Network analysis is useful when examining all kinds of data, such as Twitter and Web site links, restaurant data and media research. The general approach is to examine the top degree (popularity) and eigenvector centrality (bridge). These key measures suggest a sales strategy.

Here, though, we are looking for exceptions. To do so, we reverse the degree and eigenvector centrality, searching for the smallest values within the Google group. When we reverse the network analysis statistics, we see that some permissions have low degree and eigenvector centrality, which means they are uncommon (Table 2).

Table 3 provides a smattering of information about the isolated permission findings from the network analysis.
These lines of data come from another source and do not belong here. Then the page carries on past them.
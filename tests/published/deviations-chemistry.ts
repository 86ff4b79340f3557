import { createLnK } from '../../src/chemistry/equilibrium-constant.ts';
import type { ConstantSource } from '../../src/model/reaction.ts';
import { createIdealGas, enthalpyBasisFor } from '../../src/properties/ideal-gas.ts';
import { builtIn, fixedLnK, reaction, solveCase } from '../chemistry/helpers.ts';
import type { Row } from './deviations-row.ts';
import { type Deviation, difference, percent } from './deviations-statistics.ts';
import { sulphurConversionTables } from './deviations-sulphur-values.ts';
import * as published from './reaction-equilibria.ts';

const KELVIN = 273.15;
const ATM = 101_325;
const components = builtIn(
  ...['H2', 'N2', 'NH3', 'CO', 'CO2', 'H2O', 'CH4', 'CH3OH', 'O2', 'SO2', 'SO3', 'C_gr'],
);
const gibbs: ConstantSource = { kind: 'gibbs' };
const named = (name: string): ConstantSource => ({ kind: 'published', name });

const AMMONIA = 'N2 + 3 H2 <=> 2 NH3';
const METHANOL = 'CO + 2 H2 <=> CH3OH';
const SHIFT = 'CO + H2O <=> CO2 + H2';
const OXIDATION = 'SO2 + 1/2 O2 <=> SO3';

/** Equilibrium constants and what follows from them. */
export function chemistryRows(): Row[] {
  return [
    ...ammoniaRows(),
    ...methanolRows(),
    ...shiftRows(),
    ...carbonRows(),
    ...sulphurRows(),
    ...gasifierRows(),
  ];
}

function ammoniaRows(): Row[] {
  return [
    {
      what: 'K of ammonia from Gibbs energies, 300 to 700 degC',
      source: 'Gillespie & Beattie 1930, fitted to measurements',
      unit: '%',
      deviations: published.gillespieBeattie
        .filter(([t]) => t >= 300)
        .map(([t, Ka]) => constant(AMMONIA, gibbs, t, Ka * Ka, ATM)),
      remark:
        'K of two moles, twice the deviation of one; older formation enthalpies give 11 to 23 % (NASA TM-4513)',
    },
  ];
}

function methanolRows(): Row[] {
  const source = 'Graaf & Winkelman 2016';
  const against = (k: ConstantSource) => published.graaf.map(([t, , K]) => constant(METHANOL, k, t, K));
  return [
    {
      what: 'K of CO + 2 H2 = CH3OH from Gibbs energies, 200 to 300 degC',
      source,
      unit: '%',
      deviations: against(gibbs),
      remark:
        'the tabulated Gibbs energy of methanol gas is about 0.7 kJ/mol off the measured equilibria: name the constant',
    },
    {
      what: 'the same with `constant: graaf-winkelman-2016`',
      source,
      unit: '%',
      deviations: against(named('graaf-winkelman-2016')),
      remark: 'the formula itself; four digits printed',
    },
  ];
}

function shiftRows(): Row[] {
  const against = (k: ConstantSource) => published.moe.map(([t, K]) => constant(SHIFT, k, t, K));
  return [
    {
      what: 'K of the shift from Gibbs energies, 200 to 600 degC',
      source: 'Moe 1962',
      unit: '%',
      deviations: against(gibbs),
      remark: "Moe's two-constant formula is low at both ends; within 5 % from 300 to 500 degC",
    },
    {
      what: 'the same with `constant: moe-1962`',
      source: 'Moe 1962',
      unit: '%',
      deviations: against(named('moe-1962')),
      remark: 'the formula itself; four digits printed',
    },
  ];
}

function carbonRows(): Row[] {
  const equations = [
    'CH4 + H2O <=> CO + 3 H2',
    'C_gr + CO2 <=> 2 CO',
    'C_gr + H2O <=> CO + H2',
    'CH4 <=> C_gr + 2 H2',
  ];
  return [
    {
      what: 'K of reforming and of carbon formation, 300 to 1100 degC',
      source: 'NASA TM-4513 (1993), from memory',
      unit: '%',
      deviations: published.nasaCarbon.flatMap(([t, ...K]) =>
        equations.map((equation, i) => constant(equation, gibbs, t, K[i]!)),
      ),
      remark: 'newer polynomials and formation enthalpies',
    },
    {
      what: 'K of reforming from Gibbs energies, 400 to 900 degC',
      source: 'Catalyst Handbook (Twigg 1989)',
      unit: '%',
      deviations: published.twigg.map(([t, K]) => constant('CH4 + H2O <=> CO + 3 H2', gibbs, t, K)),
      remark: 'a formula of two constants',
    },
  ];
}

function sulphurRows(): Row[] {
  const { conversion, outletK } = published.sulphurBed;
  const bed = solveCase(
    [OXIDATION],
    { SO2: 10, O2: 11, N2: 79, SO3: 0 },
    { temperatureK: 690, pressurePa: 1.2e5, adiabatic: true },
  );
  const book = 'King, Moats & Davenport 2013, from memory';
  return [
    {
      what: 'K of SO2 oxidation from Gibbs energies, 400 to 600 degC',
      source: book,
      unit: '%',
      deviations: published.sulphurTrioxide.map(([t, , K]) => constant(OXIDATION, gibbs, t, K, ATM)),
    },
    {
      what: 'the same',
      source: 'Eklund 1956',
      unit: '%',
      deviations: published.sulphurTrioxide.map(([t, K]) => constant(OXIDATION, gibbs, t, K, ATM)),
      remark: "Eklund's formula lies 1 to 15 % below the Gibbs energies; `constant: eklund-1956` uses it",
    },
    {
      what: 'SO2 conversion with `constant: eklund-1956`, four gases, 400 to 600 degC, 1 atm and 1.2 bar',
      source: 'solved independently from the constant of Eklund 1956',
      unit: '%',
      deviations: [
        ...sulphurConversions(named('eklund-1956'), ATM, 1),
        ...sulphurConversions(named('eklund-1956'), 1.2e5, 3),
      ],
      remark: 'four digits printed',
    },
    {
      what: 'SO2 conversion from Gibbs energies, the same gases at 1 atm',
      source: 'solved independently from NASA TM-4513 (1993)',
      unit: '%',
      deviations: sulphurConversions(gibbs, ATM, 2),
      remark: 'newer polynomials of SO2 and SO3',
    },
    {
      what: 'adiabatic first SO2 bed, conversion',
      source: book,
      unit: '%',
      deviations: [percent('', bed.conversion['SO2']!, conversion)],
      remark: 'read from a diagram of the book',
    },
    {
      what: 'adiabatic first SO2 bed, outlet temperature',
      source: book,
      unit: 'K',
      deviations: [difference('', bed.temperature_K, outletK)],
      remark: 'read from a diagram of the book',
    },
  ];
}

/** Textbook gasifier: 0.5 CO2 + 1.881 N2 + 1 H2O over carbon in excess, 20 bar. */
function gasifierRows(): Row[] {
  const source = 'Smith, Van Ness & Abbott, Example 13.13';
  const ids = ['H2', 'CO', 'H2O', 'CO2', 'N2'];
  const gasAt = (T: number, a: ConstantSource, b: ConstantSource) =>
    solveCase(
      [
        ['C_gr + CO2 <=> 2 CO', a],
        ['C_gr + H2O <=> CO + H2', b],
      ],
      { C_gr: 5, CO2: 0.5, N2: 1.881, H2O: 1, CO: 0, H2: 0 },
      { temperatureK: T, pressurePa: 20e5 },
    ).mole_fraction;
  const compare = (gas: Readonly<Record<string, number>>, T: number, y: readonly number[]) =>
    ids.map((id, i) => difference(`${id}, ${T} K`, 100 * gas[id]!, 100 * y[i]!));
  return [
    {
      what: 'gasifier over solid carbon, 1000 to 1500 K, with the constants of the book',
      source,
      unit: 'mol %',
      deviations: published.gasifier.flatMap(([T, Ka, Kb, , , ...y]) =>
        compare(gasAt(T!, fixedLnK(Math.log(Ka!)), fixedLnK(Math.log(Kb!))), T!, y),
      ),
      remark: 'one decimal of mol % printed',
    },
    {
      what: 'the same with K from Gibbs energies',
      source,
      unit: 'mol %',
      deviations: published.gasifier.flatMap(([T, , , , , ...y]) => compare(gasAt(T!, gibbs, gibbs), T!, y)),
    },
  ];
}

/** K at a temperature [degC] against a published one referred to `standardPa`. */
function constant(
  equation: string,
  source: ConstantSource,
  celsius: number,
  K: number,
  standardPa = 1e5,
): Deviation {
  const own = reaction(equation, components, source);
  const { lnK, standardPressurePa } = createLnK(
    own,
    createIdealGas(components, enthalpyBasisFor(components, [own])),
  );
  const change = own.coefficients.reduce((sum, v, i) => (components[i]!.solid ? sum : sum + v), 0);
  const ours = lnK(celsius + KELVIN) + change * Math.log(standardPressurePa / standardPa);
  return percent(`${celsius} degC`, Math.exp(ours), K);
}

/** @param column  of the rows of the tables: 1 to 3 */
function sulphurConversions(source: ConstantSource, pressurePa: number, column: 1 | 2 | 3): Deviation[] {
  return sulphurConversionTables.flatMap(({ SO2, O2, rows }) =>
    rows.map((row) => {
      const feed = { SO2, O2, N2: 100 - SO2 - O2, SO3: 0 };
      const state = { temperatureK: row[0] + KELVIN, pressurePa };
      const ours = solveCase([[OXIDATION, source]], feed, state).conversion['SO2']!;
      return percent(`${SO2} % SO2, ${row[0]} degC`, ours, row[column]);
    }),
  );
}
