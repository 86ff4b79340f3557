import { expect, test } from 'vitest';
import { printedSweep } from '../../src/sheets/printed-sweep.ts';
import type { PathTable } from '../../src/study/sweep.ts';

const heads = ['condenser.temperature [degC]', 'figures.inerts.converter', 'figures.recycle_ratio'];
const closing = ['converged', 'passes', 'note'];
const table: PathTable = {
  path: 0,
  rows: 2,
  cells: Float64Array.from([-25, 0.1, 3.1234567, 10, 0.2, Number.NaN]),
  converged: Uint8Array.from([1, 0]),
  passes: Int32Array.from([6, 200]),
  notes: ['', 'the recycle through S8 did not close'],
};
const printed = (width: number) => {
  const sweep = printedSweep([...heads, ...closing], 1, width);
  return (sweep.before + sweep.rows(table) + sweep.after()).split('\n');
};
const longest = (lines: readonly string[]) =>
  Math.max(...lines.map((line) => line.replace(/ +the recycle.*$/, '').length));

test('a table that fits has its names in the heads', () => {
  expect(printed(200)).toEqual([
    'condenser.temperature [degC]  figures.inerts.converter  figures.recycle_ratio  converged  passes  note',
    '                         -25                       0.1                3.12346        yes       6',
    '                          10                       0.2                      -         no     200  the recycle through S8 did not close',
    '',
  ]);
});

test('in a narrow terminal letters stand for the names', () => {
  const lines = printed(80);
  expect(lines).toEqual([
    'A  condenser.temperature [degC]',
    'B  figures.inerts.converter',
    'C  figures.recycle_ratio',
    '',
    '          A            B            C  converged  passes  note',
    '        -25          0.1      3.12346        yes       6',
    '         10          0.2            -         no     200  the recycle through S8 did not close',
    '',
  ]);
});

test('in a very narrow one the columns stand below each other, the settings in each part', () => {
  const lines = printed(20);
  expect(longest(lines.slice(3))).toBeLessThanOrEqual(20);
  expect(lines.slice(3)).toEqual([
    '',
    '  A    B        C',
    '-25  0.1  3.12346',
    ' 10  0.2        -',
    '',
    '  A  converged',
    '-25        yes',
    ' 10         no',
    '',
    '  A  passes  note',
    '-25       6',
    ' 10     200  the recycle through S8 did not close',
    '',
  ]);
});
Glancing at Table 3, one might ask the following questions:

  • For those of us who still use Yahoo Mail, do we want it to read our sensitive log data?
  • Are we comfortable with Outlook taking a screenshot of other apps programmatically, without root permission (frame buffer)?
  • BlackBerry looks to be on its way out but while you were still using the device it may have read confidential information. What was it doing with the data?
  • Anti-virus security might be a little too secure. We give it permission to automatically delete other apps’ cache. Which apps? What cache?

How should we, as market researchers, respond to app permissions and overall data privacy? What should our role be, as data collectors? Generally, I wrap up my articles with useful tips. Today I leave you with more questions than answers. This reflects the reality of our information age.